Die Bauverwaltung will das neue Feuerwehrhaus in der Nähe des Alten Rathauses (Foto) bauen. Das sorgt im Flecken für Aufregung. Foto: Archiv Natalie Kanter

Obwohl Alteingesessene dagegen sind, favorisiert die Bauverwaltung von L.-E. weiter das Areal am Alten Rathaus in Stetten für einen Feuerwehr-Neubau. Das hat ein turbulenter Workshop gezeigt.

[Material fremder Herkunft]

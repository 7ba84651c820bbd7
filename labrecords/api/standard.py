"""Reference standards over the API."""

from __future__ import annotations

import base64
import binascii
from typing import Any

from django.db.models import QuerySet
from django.shortcuts import get_object_or_404
from django.utils import timezone
from drf_spectacular.types import OpenApiTypes
from drf_spectacular.utils import OpenApiParameter, extend_schema, extend_schema_field
from rest_framework import serializers
from rest_framework.decorators import api_view
from rest_framework.request import Request
from rest_framework.response import Response

from labrecords.api.recording import listed, recorded
from labrecords.models import ReferenceStandard, Substance
from labrecords.queries.standard import standards_found
from labrecords.rules.certificate import media_type_of
from labrecords.services.standard import record_standard


@extend_schema_field(OpenApiTypes.BYTE)
class Base64Field(serializers.CharField):
    """The bytes of a file as base64."""

    def to_internal_value(self, data: Any) -> Any:
        """The bytes, or a sentence."""
        try:
            return base64.b64decode(super().to_internal_value(data), validate=True)
        except (binascii.Error, ValueError) as problem:
            raise serializers.ValidationError("The file's bytes in base64 are expected.") from problem


class StandardShape(serializers.ModelSerializer[ReferenceStandard]):
    """A lot of a primary standard; its certificate by the hash of its file."""

    substance = serializers.CharField(source="substance.name")
    state = serializers.CharField(source="shown_state")
    certificate_sha256 = serializers.CharField(source="certificate.sha256", default=None)
    standardizations = serializers.IntegerField(source="uses")
    superseded_by = serializers.StringRelatedField[ReferenceStandard]()

    class Meta:
        model = ReferenceStandard
        fields = (
            "number", "substance", "supplier_lot", "purity", "purity_expanded", "purity_k", "drying",
            "received_on",
            "expires_on", "certificate_sha256", "state", "withdrawn_reason", "standardizations",
            "superseded_by",
        )  # fmt: skip


class CertificateEntry(serializers.Serializer[Any]):
    """A certificate's file: PDF, PNG or JPEG up to 5 MB."""

    name = serializers.CharField(max_length=200)
    content = Base64Field()

    def validate(self, attrs: dict[str, Any]) -> Any:
        """The file as the service takes it."""
        return attrs["name"], media_type_of(attrs["content"]) or "", attrs["content"]


class StandardEntry(serializers.Serializer[ReferenceStandard]):
    """A new lot; purity and its U are mass fractions."""

    number = serializers.CharField(max_length=30)
    substance = serializers.PrimaryKeyRelatedField(queryset=Substance.objects.all())
    supplier_lot = serializers.CharField(max_length=80)
    purity = serializers.DecimalField(9, 7)
    purity_expanded = serializers.DecimalField(9, 7)
    purity_k = serializers.DecimalField(4, 2)
    drying = serializers.CharField(max_length=160, required=False, allow_blank=True)
    received_on = serializers.DateField()
    expires_on = serializers.DateField()
    certificate = CertificateEntry(required=False)


@extend_schema(
    methods=["GET"], parameters=[OpenApiParameter("q"), OpenApiParameter("state")],
    responses=StandardShape(many=True), operation_id="standards",
)  # fmt: skip
@extend_schema(methods=["POST"], request=StandardEntry, responses={201: StandardShape}, operation_id="record_standard")
@api_view(["GET", "POST"])
def list(request: Request) -> Response:
    """Lots by number; POST records one into quarantine."""
    if request.method == "POST":
        return recorded(
            request, roles=("analyst", "supervisor"), entry=StandardEntry, change=record_standard,
            found=_standards(), shown=StandardShape,
        )  # fmt: skip
    q, state = request.query_params.get("q", ""), request.query_params.get("state", "")
    return listed(request, _standards(q=q, state=state), shown=StandardShape)


@extend_schema(responses=StandardShape, operation_id="standard")
@api_view(["GET"])
def detail(request: Request, number: str) -> Response:
    """One lot."""
    return Response(StandardShape(get_object_or_404(_standards(), number=number)).data)


def _standards(*, q: str = "", state: str = "") -> QuerySet[ReferenceStandard]:
    return standards_found(day=timezone.localdate(), q=q, state=state)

Leinfelden-Echterdingen - Auf einem Hang neben dem Alten Rathaus oder auf dem Haldenareal? Wo soll der Neubau der Stettener Wehr in die Höhe gezogen werden? Diese unter Stettener Bürgern heiß diskutierte Frage wird erst nach der Sommerpause geklärt. Das letzte Wort ist hier noch nicht gesprochen. Im September sollen sämtliche Bürger mit einem Infoabend ins Boot geholt werden. „Es wird aber wohl auf das Gelände am Alten Rathaus hinauslaufen“, sagt Irmgard Quelle, die Chefin des Stettener Vereinsrings am Freitag ernüchtert. Und: „In einer Demokratie muss man wohl damit leben, überstimmt zu werden.“ Auch wenn einem die Pläne nicht schmecken.

Das Problem: Für alteingesessene Stettener Bürger ist das Gelände am Alten Rathaus eine Art heiliger Boden. Auch der örtliche Vereinsring ist gegen einen Bau an dieser Stelle. Das Alte Rathaus, in dem derzeit noch die Stadtwerke zu finden sind, soll künftig als Bürger-, Vereins- und Kulturhaus genutzt werden. „Es braucht dann aber auch ein Umfeld, in dem es atmen kann“, schreibt FDP-Stadtrat Wolfgang Haug in einem Positionspapier zur Stettener Stadtentwicklung. Ein Neubau neben dem Alten Rathaus würde das Areal dominieren und entwerten. Dieses Papier hat er an die Verwaltung und die Fraktionen geschickt – auch um sich seinen Ärger von der Seele zu schreiben. „Allein sich einen Feuerwehrklotz neben dem Alten Rathaus vorzustellen, ist unerträglich“, sagt Irmgard Quelle. „Die Probleme mit dem Parken werden von der Verwaltung weggewischt.“

Probleme mit Lärmrichtlinie

Baubürgermeisterin Eva Noller will das Thema am Dienstag auch im Gemeinderat erneut aufs Tapet heben. Sie sagt: „Es spricht bereits heute vieles für den Standort am Alten Rathaus.“ Denn wenn man das Feuerwehrhaus am bisherigen Standort neu bauen würde, bräuchte man ein Gebäude, wo die Wehr übergangsweise unterkommen kann. Zudem müsste dann der dort auch geplante Kitaneubau zunächst errichtet werden. „Das würde uns Jahre zurückwerfen“, sagt sie. Auch die Topografie spreche gegen dieses Areal. Zudem liege das neue Feuerwehrhaus laut neuen Lärmrichtlinien dann zu nahe an der Wohnbebauung.

Am Donnerstagabend haben sich Vertreter von Fraktionen, der Bauverwaltung, des Vereinsrings und der Kirchengemeinde sowie engagierte Bürger bei einem nichtöffentlichen Workshop zu der Standortfrage ausgetauscht. Baubürgermeisterin Noller wollte dieser Runde die Vor- und Nachteile der Standorte Altes Rathaus und Haldenareal präsentieren. Der dritte Standort am Ungerhaldenweg ist – wie berichtet – mittlerweile vom Tisch

Der Abend soll sehr lebhaft verlaufen sein. Der Unmut ist groß. Wolfgang Haug ist an diesem Abend die Hutschnur geplatzt. Auch Erich Klauser (SPD) ist sehr unzufrieden. Viele der vorgebrachten Argumente seien nicht nachvollziehbar, die Unterlagen manipuliert. „Es wird Stimmung gemacht. Der Standort Haldenareal schlecht geredet“, sagt er.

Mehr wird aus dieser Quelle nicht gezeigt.